Tagged: Angels

Angels? Losers? Huh?

The very definition of noise pollution:
Since the Trading Deadline came and went, people all over with a microphone or an IP address have been unloading on the Angels, consigning them to the “Losers” bin for not making a move.
Hello? Speaking of consignments, how about dropping all these polluters in the looney bin?
Best record in the AL (and only a couple of ticks behind the Dodgers neighbors for best in MLB). And that’s not all. Since the weekend prior to the All-Star break, 17-3. And that’s still not all.
How about this: Torii Hunter and Vladimir Guerrero simultaneously going on the Disabled List coincides with that start of that 17-3 spree. Name another team that could’ve similarly withstood the double-loss of its two biggest bats. No chance. Especially a team, incidentally, considered offensively challenged to begin with once they let Mark Teixeira out of their grasp.
Oh, yeah … the Angels were drilled for that one, too.
And here they are, the Majors’ highest-scoring team. Always willing to help out: With the Metrodome about to be replaced by the open-air Target Field, the Angels jump-started demolition with a 35-run weekend in The Igloo.
In those last 20 games, they have scored 148 runs. For reference, in the preceding 20 with Hunter and Vladi, they had scored 115.
Mike Scioscia, easy call as Manager of the Year? Nope. Not enough. I’m holding out for Alchemist of the Year.
Scioscia ignited his latest batch with a rare blow-up not as memorable as 2006-vintage Jim Leyland (“We stunk, and it’s not good enough. It’s been going on here before and it’s not going to go on here.”) but just as effective.
“That’s a bad game. We need to get better. We need to play with consistency. And if the guys in that [clubhouse] aren’t going to do it, then we’re going to have to look at some changes,” Scioscia had said after a blowout loss to Tampa Bay on June 11 had dropped the Angels’ record to 29-29.
Since: 34-11.
I do get it: Deep-thinking analysts bashed the Angels for not acquiring the added pitching they’ll need to survive October. Can’t win without a fortified rotation, they said. Gotta load up on arms, they said. In other words, you need a staff like the ones of the Braves in the ’90s, jammed with Cy Young Award winners.
You know, those Braves who went into 14 consecutive postseasons, and came out of them alive exactly once.

Now THIS is deja vu

Fell out of bed this morning and for some reason wanted to raid the closet for bell-bottoms and a leisure suit. Oh, yes — the Angels beat the Orioles on Saturday and Sunday after trailing 4-0 in both games.
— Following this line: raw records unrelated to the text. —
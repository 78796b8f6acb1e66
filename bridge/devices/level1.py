"""Level-1 (Shichman–Hodges) MOSFET, as ngspice's mos1 device computes it.

One place for the physics of the level-1 device: model card → derived values
(ngspice's mos1set.c / mos1temp.c) → drain current and conductances (mos1load.c).

Scope and assumptions, stated once:

* Temperature: ``Level1Model.from_card`` gives the card's values, which hold at
  TNOM (27 °C unless the card or ``.options tnom`` says otherwise; the NSUB
  derivations use TNOM, as ngspice does). ``Level1Model.at_temperature`` is
  ngspice's temperature phase (mos1temp.c): KP scaled by (T/TNOM)^−1.5, PHI and VTO
  moved through the band gap EG(T) = 1.16 − 7.02e-4·T²/(T + 1108) and kT/q, the
  bulk-junction IS/JS scaled by exp(EG(TNOM)/Vt(TNOM) − EG(T)/Vt(T)); GAMMA and
  LAMBDA do not change. The junction capacitances and potential (PB) it also scales
  play no part at DC and are left out.
* Only the channel current is modelled. ngspice also places bulk–source and
  bulk–drain junction diodes (IS = 1e-14 A by default) plus GMIN (1e-12 S) across
  them; with reverse-biased junctions they add picoamps, which is why ngspice
  reports a few pA of drain current in cutoff. Series resistances RD, RS and RSH
  are not modelled either; a card giving them is flagged in ``caveats``.
* Voltages and currents in the device's own polarity follow ngspice: for a PMOS
  every terminal voltage difference is multiplied by −1, so an enhancement PMOS
  has a positive threshold, overdrive and drain current when on.
"""

from __future__ import annotations

import math
from collections.abc import Mapping
from dataclasses import dataclass
from typing import Literal, NamedTuple

# Physical constants exactly as ngspice 39 uses them (const.h, and the literal
# permittivity written into mos1temp.c). Reproducing the derived KP/PHI/GAMMA/VTO
# to ngspice's printed 12 digits needs these values, not the CODATA 2018 ones.
CHARGE = 1.6021766208e-19  # C
BOLTZMANN = 1.38064852e-23  # J/K
K_OVER_Q = BOLTZMANN / CHARGE  # V/K
EPS0_MOS1 = 8.854214871e-12  # F/m, the value mos1temp.c hard-codes
EPS_OX = 3.9 * EPS0_MOS1  # F/m, SiO2
EPS_SI = 11.70 * EPS0_MOS1  # F/m, silicon
NI_SILICON = 1.45e16  # m⁻³ (1.45e10 cm⁻³), intrinsic carrier density
CELSIUS_TO_KELVIN = 273.15
CIRCUIT_TEMPERATURE_C = 27.0  # ngspice's default TEMP and TNOM
REFERENCE_TEMPERATURE_K = 300.15  # ngspice's REFTEMP (const.h), 27 °C
# The silicon band gap at REFTEMP as mos1temp.c writes it (1.1150877 eV in its `arg`).
BAND_GAP_AT_REFERENCE = 1.1150877  # eV

# ngspice's instance defaults (.options DEFW / DEFL).
DEFAULT_W = 100e-6
DEFAULT_L = 100e-6

# ngspice's model defaults (mos1set.c), in SI form as SPICE writes the card.
MODEL_DEFAULTS: Mapping[str, float] = {
    "vto": 0.0,
    "kp": 2e-5,
    "gamma": 0.0,
    "phi": 0.6,
    "lambda": 0.0,
    "ld": 0.0,
    "uo": 600.0,
    "tpg": 1.0,
    "nss": 0.0,
    "tnom": CIRCUIT_TEMPERATURE_C,
}

# The rule behind each value this module can derive, worded for a report.
DERIVATION_RULES: Mapping[str, str] = {
    "kp": "KP from UO·εox/TOX",
    "phi": "PHI from NSUB: 2·kT/q·ln(NSUB/ni)",
    "gamma": "GAMMA from NSUB and TOX: √(2·εsi·q·NSUB)/Cox",
    "vto": "VTO from NSUB, TOX, TPG, NSS: flat-band voltage + type·(GAMMA·√PHI + PHI)",
}

# Every parameter ngspice's mos1 accepts on a .model card (mos1.c), so that a
# misspelt name can be reported instead of vanishing.
_KNOWN_PARAMETERS = frozenset(
    {
        "level", "vto", "kp", "gamma", "phi", "lambda", "rd", "rs", "cbd", "cbs",
        "is", "pb", "cgso", "cgdo", "cgbo", "rsh", "cj", "mj", "cjsw", "mjsw",
        "js", "tox", "ld", "uo", "kf", "af", "fc", "nsub", "tpg", "nss", "tnom",
    }
)  # fmt: skip
_ALIASES: Mapping[str, str] = {"vt0": "vto", "u0": "uo"}

Region = Literal["cutoff", "triode", "saturation"]
MosType = Literal["nmos", "pmos"]


@dataclass(frozen=True)
class Level1Model:
    """Level-1 model card after ngspice's defaulting and derivations (at 27 °C).

    ``polarity`` is +1 for NMOS, −1 for PMOS. ``vto`` keeps the card's sign (negative
    for an enhancement PMOS); ``lambda_`` is the card's LAMBDA. ``given``, ``defaulted``
    and ``derived`` partition the parameter names this module uses; ``source_of``
    words the origin of one of them for a report.
    """

    polarity: int
    vto: float
    kp: float
    gamma: float
    phi: float
    lambda_: float
    ld: float
    uo: float
    tox: float | None
    nsub: float | None
    tpg: int
    nss: float
    tnom_celsius: float
    given: tuple[str, ...]
    defaulted: tuple[str, ...]
    derived: tuple[str, ...]
    unrecognised: tuple[str, ...] = ()
    caveats: tuple[str, ...] = ()
    # Set by at_temperature: the device temperature (°C) the values above hold at, and the
    # model as the card gives it (at TNOM). None for the card itself.
    temperature_celsius: float | None = None
    nominal: Level1Model | None = None

    @property
    def mos_type(self) -> MosType:
        """'nmos' or 'pmos'."""
        return "nmos" if self.polarity > 0 else "pmos"

    @property
    def at_nominal_temperature(self) -> bool:
        """True when TNOM is 27 °C, ngspice's default circuit temperature."""
        return math.isclose(self.tnom_celsius, CIRCUIT_TEMPERATURE_C, abs_tol=1e-9)

    @property
    def kelvin(self) -> float:
        """The device temperature in K: the one given to ``at_temperature``, else TNOM."""
        celsius = self.tnom_celsius if self.temperature_celsius is None else self.temperature_celsius
        return celsius + CELSIUS_TO_KELVIN

    @property
    def thermal_voltage(self) -> float:
        """kT/q at the device temperature: mos1load.c's `vt` for the bulk junctions."""
        return K_OVER_Q * self.kelvin

    @property
    def saturation_current_factor(self) -> float:
        """IS(T)/IS and JS(T)/JS of the bulk junctions: mos1temp.c's
        exp(−EG(T)/Vt(T) + EG(TNOM)/Vt(TNOM)); 1 at TNOM."""
        kelvin, tnom = self.kelvin, self.tnom_celsius + CELSIUS_TO_KELVIN
        if kelvin == tnom:
            return 1.0
        return math.exp(-band_gap(kelvin) / (K_OVER_Q * kelvin) + band_gap(tnom) / (K_OVER_Q * tnom))

    def at_temperature(self, celsius: float) -> Level1Model:
        """This card at a device temperature of `celsius` °C: ngspice's temperature phase.

        mos1temp.c (ngspice 39, MOS1temp), with T the device temperature and TNOM the card's:
        KP(T) = KP·(T/TNOM)^−1.5; PHI(T) = (T/REFTEMP)·PHIo + pbfact(T) with
        PHIo = (PHI − pbfact(TNOM))/(TNOM/REFTEMP); Vbi(T) = VTO − type·GAMMA·√PHI
        + (EG(TNOM) − EG(T))/2 + type·(PHI(T) − PHI)/2; VTO(T) = Vbi(T) + type·GAMMA·√PHI(T).
        GAMMA, LAMBDA and the rest keep the card's values. At T = TNOM the card's values
        stand as they are. The result keeps the card in ``nominal`` (a model already at a
        temperature is re-scaled from that card). Raises ValueError when PHI(T) ≤ 0.
        """
        card = self.nominal or self
        kelvin = celsius + CELSIUS_TO_KELVIN
        if not kelvin > 0.0:
            raise ValueError(f"temperature {celsius:g} °C is below absolute zero")
        tnom = card.tnom_celsius + CELSIUS_TO_KELVIN
        if not tnom > 0.0:
            raise ValueError(f"TNOM = {card.tnom_celsius:g} °C is below absolute zero")
        kp, phi, vto = card.kp, card.phi, card.vto
        if not math.isclose(kelvin, tnom, rel_tol=0.0, abs_tol=1e-9):
            ratio = kelvin / tnom
            kp = card.kp / (ratio * math.sqrt(ratio))
            phi_at_reference = (card.phi - _potential_shift(tnom)) / (tnom / REFERENCE_TEMPERATURE_K)
            phi = (kelvin / REFERENCE_TEMPERATURE_K) * phi_at_reference + _potential_shift(kelvin)
            if phi <= 0.0:
                raise ValueError(
                    f"PHI at {celsius:g} °C comes out as {phi:.4g} V (ngspice's level-1 temperature "
                    f"rules from PHI = {card.phi:g} V at TNOM = {card.tnom_celsius:g} °C); it must be positive"
                )
            built_in = (
                card.vto
                - card.polarity * card.gamma * math.sqrt(card.phi)
                + 0.5 * (band_gap(tnom) - band_gap(kelvin))
                + card.polarity * 0.5 * (phi - card.phi)
            )
            vto = built_in + card.polarity * card.gamma * math.sqrt(phi)
        model = object.__new__(type(self))
        vars(model).update(vars(self), kp=kp, phi=phi, vto=vto, temperature_celsius=float(celsius), nominal=card)
        return model

    def with_lambda_gamma(self, lambda_: float, gamma: float) -> Level1Model:
        """This model with LAMBDA and GAMMA replaced: ``dataclasses.replace(self, lambda_=...,
        gamma=...)``, without replace's walk over every field and the frozen ``__init__`` (the
        hand analysis makes three per checked stage). Nothing is derived from the two."""
        model = object.__new__(type(self))
        vars(model).update(vars(self), lambda_=lambda_, gamma=gamma)
        return model

    def source_of(self, name: str) -> str:
        """Where a parameter's value came from: 'given', 'default' or the derivation rule."""
        key = _ALIASES.get(name.lower(), name.lower())
        if key in self.derived:
            return DERIVATION_RULES[key]
        if key in self.given:
            return "given"
        if key in self.defaulted:
            return "default"
        raise KeyError(f"level-1 model has no parameter {name!r}")

    @classmethod
    def from_card(
        cls, mos_type: str, params: Mapping[str, float], nominal_celsius: float = CIRCUIT_TEMPERATURE_C
    ) -> Level1Model:
        """Build the model ngspice would use from a card's type and numeric parameters.

        `nominal_celsius` is the circuit's nominal temperature (`.options tnom`), the TNOM of
        a card that gives none. The values hold at TNOM; ``at_temperature`` moves them."""
        kind = mos_type.lower()
        if kind not in ("nmos", "pmos"):
            raise ValueError(f"level-1 device type must be 'nmos' or 'pmos', not {mos_type!r}")
        polarity = 1 if kind == "nmos" else -1

        card: dict[str, float] = {}
        for raw_name, value in params.items():
            card[_ALIASES.get(raw_name.lower(), raw_name.lower())] = float(value)
        level = card.get("level", 1.0)
        if level != 1.0:
            raise ValueError(f"this is the level-1 model; the card asks for LEVEL={level:g}")
        unrecognised = tuple(sorted(set(card) - _KNOWN_PARAMETERS))

        def value_of(name: str) -> float:
            return card.get(name, MODEL_DEFAULTS[name])

        derived: list[str] = []
        kp = value_of("kp")
        phi = value_of("phi")
        gamma = value_of("gamma")
        vto = value_of("vto")
        uo = value_of("uo")
        nss = value_of("nss")
        tnom_celsius = card.get("tnom", nominal_celsius)
        tnom_kelvin = tnom_celsius + CELSIUS_TO_KELVIN
        tpg_value = value_of("tpg")
        if tpg_value != int(tpg_value):
            # ngspice reads TPG as an integer; a fractional one is a card error.
            raise ValueError(f"TPG must be an integer (+1, 0 or -1), not {tpg_value:g}")
        tpg = int(tpg_value)
        tox = card.get("tox")
        nsub = card.get("nsub")
        caveats: list[str] = []

        # mos1temp.c derives anything only from a non-zero TOX: without it NSUB,
        # UO, TPG and NSS are inert and the plain defaults stand.
        if tox is not None and tox != 0.0:
            cox = EPS_OX / tox
            if "kp" not in card:
                kp = uo * cox * 1e-4  # UO is in cm²/V·s
                derived.append("kp")
            if nsub is not None:
                doping = nsub * 1e6  # cm⁻³ → m⁻³
                if doping <= NI_SILICON:
                    raise ValueError(
                        f"NSUB = {nsub:g} cm⁻³ is not above the intrinsic density "
                        "1.45e10 cm⁻³ (ngspice stops with 'Nsub < Ni')"
                    )
                # Fermi potentials and band gap at TNOM, as mos1temp.c does.
                thermal_voltage = K_OVER_Q * tnom_kelvin
                band_gap = 1.16 - (7.02e-4 * tnom_kelvin**2) / (tnom_kelvin + 1108.0)
                if "phi" not in card:
                    phi = max(0.1, 2.0 * thermal_voltage * math.log(doping / NI_SILICON))
                    derived.append("phi")
                if "gamma" not in card:
                    gamma = math.sqrt(2.0 * EPS_SI * CHARGE * doping) / cox
                    derived.append("gamma")
                if "vto" not in card:
                    fermi_substrate = polarity * 0.5 * phi
                    gate_work_function = 3.2  # aluminium gate (TPG = 0)
                    if tpg != 0:
                        fermi_gate = polarity * tpg * 0.5 * band_gap
                        gate_work_function = 3.25 + 0.5 * band_gap - fermi_gate
                    work_function_difference = gate_work_function - (3.25 + 0.5 * band_gap + fermi_substrate)
                    flat_band = work_function_difference - nss * 1e4 * CHARGE / cox
                    vto = flat_band + polarity * (gamma * math.sqrt(phi) + phi)
                    derived.append("vto")
        elif nsub is not None:
            caveats.append("NSUB given without TOX: ngspice derives nothing from it")

        if phi <= 0.0:
            raise ValueError(f"PHI must be positive, got {phi:g} V")
        for series in ("rd", "rs", "rsh"):
            if card.get(series, 0.0) != 0.0:
                caveats.append(f"{series.upper()} given: series resistance not modelled here")

        # TOX and NSUB have no default: absent, they simply switch the derivations off.
        given = tuple(name for name in (*MODEL_DEFAULTS, "tox", "nsub") if name in card)
        defaulted = tuple(name for name in MODEL_DEFAULTS if name not in card and name not in derived)
        return cls(
            polarity=polarity,
            vto=vto,
            kp=kp,
            gamma=gamma,
            phi=phi,
            lambda_=value_of("lambda"),
            ld=value_of("ld"),
            uo=uo,
            tox=tox,
            nsub=nsub,
            tpg=tpg,
            nss=nss,
            tnom_celsius=tnom_celsius,
            given=given,
            defaulted=defaulted,
            derived=tuple(derived),
            unrecognised=unrecognised,
            caveats=tuple(caveats),
        )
The Halos had not won consecutive games they’d trailed by four runs in 30 years — since doing it against the Yankees in July 1979. That was the coming-of-age weekend for a downtrodden franchise, and how well I remember it.

On July 13-15, the California Angels tamed the traveling Bronx Zoo

The Friday game was a simple 6-1 victory — except for one thing: a Nolan Ryan no-hit bid turned into a fiasco which led to the end of a baseball tradition, of reporters doing double-duty as official scorers.

With Ryan five outs from the no-hitter, Jim Spencer hit a sinking liner to center field. Angels center fielder Rick Miller — who’d won a Gold Glove the year before — made a desperate bid for a diving catch that came up a few inches short.

Dick (no relation) Miller, the Angels beat writer for the old Los Angeles Herald Examiner acting as official scorer, ruled “Error.” Miller, see, was also working on a Ryan biography and thinking of the advance.

The entire Yankees dugout spilled out and gestured up to the press box in protest. Buzzie Bavasi, the late GM of the Angels, flew into the press box and down to Miller’s seat, screaming, “That’s the most embarrassing thing I’ve ever seen.”

Flash forward to the ninth, one out: Reggie Jackson drills a clean single up the middle and runs down the first-base line BACKWARDS, gesturing up to the press box and to Dick Miller. Ryan finishes off his one-hitter. Just another Friday the 13th.

Flash forward to Saturday: Down 6-0 after five, the Angels rally and eventually tie it on Don Baylor’s three-run homer off Goose Gossage with two outs in the ninth and win 8-7 in the 12th on Merv Rettenmund’s RBI single.

Sunday: Down 4-0 early, the Angels keep stirring up the already-frenzied fans with another surge culminated by Bobby Grich’s two-out, two-run homer in the ninth off Ron Guidry for a 5-4 win.

Oh … that series took the Angels into the All-Star Game break with a two-game AL West lead over the Texas Rangers, and they would finish the job with the franchise’s first division title before losing the ALCS … to the Orioles.

Getting weird, isn’t it? As the old saying goes, “Well, I’ll be a Rally Monkey’s uncle!”